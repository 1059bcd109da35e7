import { firstDecisionAt } from '@/db/queries/decision';
import { Problem } from '@/lib/server/errors';
import { serve } from '@/lib/server/guard';
import { why } from '@/lib/server/operations/running';
import { whyNow, whyThen } from '@/lib/server/why';
import { isoIn } from '@/lib/server/wire';

/** A program's clock may run a little before ours. */
const AHEAD_MS = 120_000;

export const GET = serve(why, async ({ holding, things, query, now }) => {
  const { house, channel } = things;
  if (query.at !== undefined && Date.parse(query.at) > now.getTime() + AHEAD_MS) {
    throw new Problem('not-valid', { errors: [{ path: 'at', message: 'That is yet to come.' }] });
  }
  const clocks = { app: now.getTime(), real: Date.now() };
  const answer =
    query.at === undefined
      ? await whyNow(holding, house, channel, clocks)
      : await whyThen(holding, house, channel, Date.parse(query.at), clocks);
  if (answer === null) {
    const first = await firstDecisionAt(holding, channel.id);
    const detail =
      first === null
        ? 'Nothing was decided for this channel yet.'
        : `Nothing was decided for this channel before ${isoIn(house.zone, first)}.`;
    throw new Problem('not-found', { detail });
  }
  return { body: answer };
});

**Task instructions**. Starting with the line that contains "this channel before", return each line through the last one of the data above, exactly as written and nothing more.

**Reply to the exercise**.
        : `Nothing was decided for this channel before ${isoIn(house.zone, first)}.`;
    throw new Problem('not-found', { detail });
  }
  return { body: answer };
});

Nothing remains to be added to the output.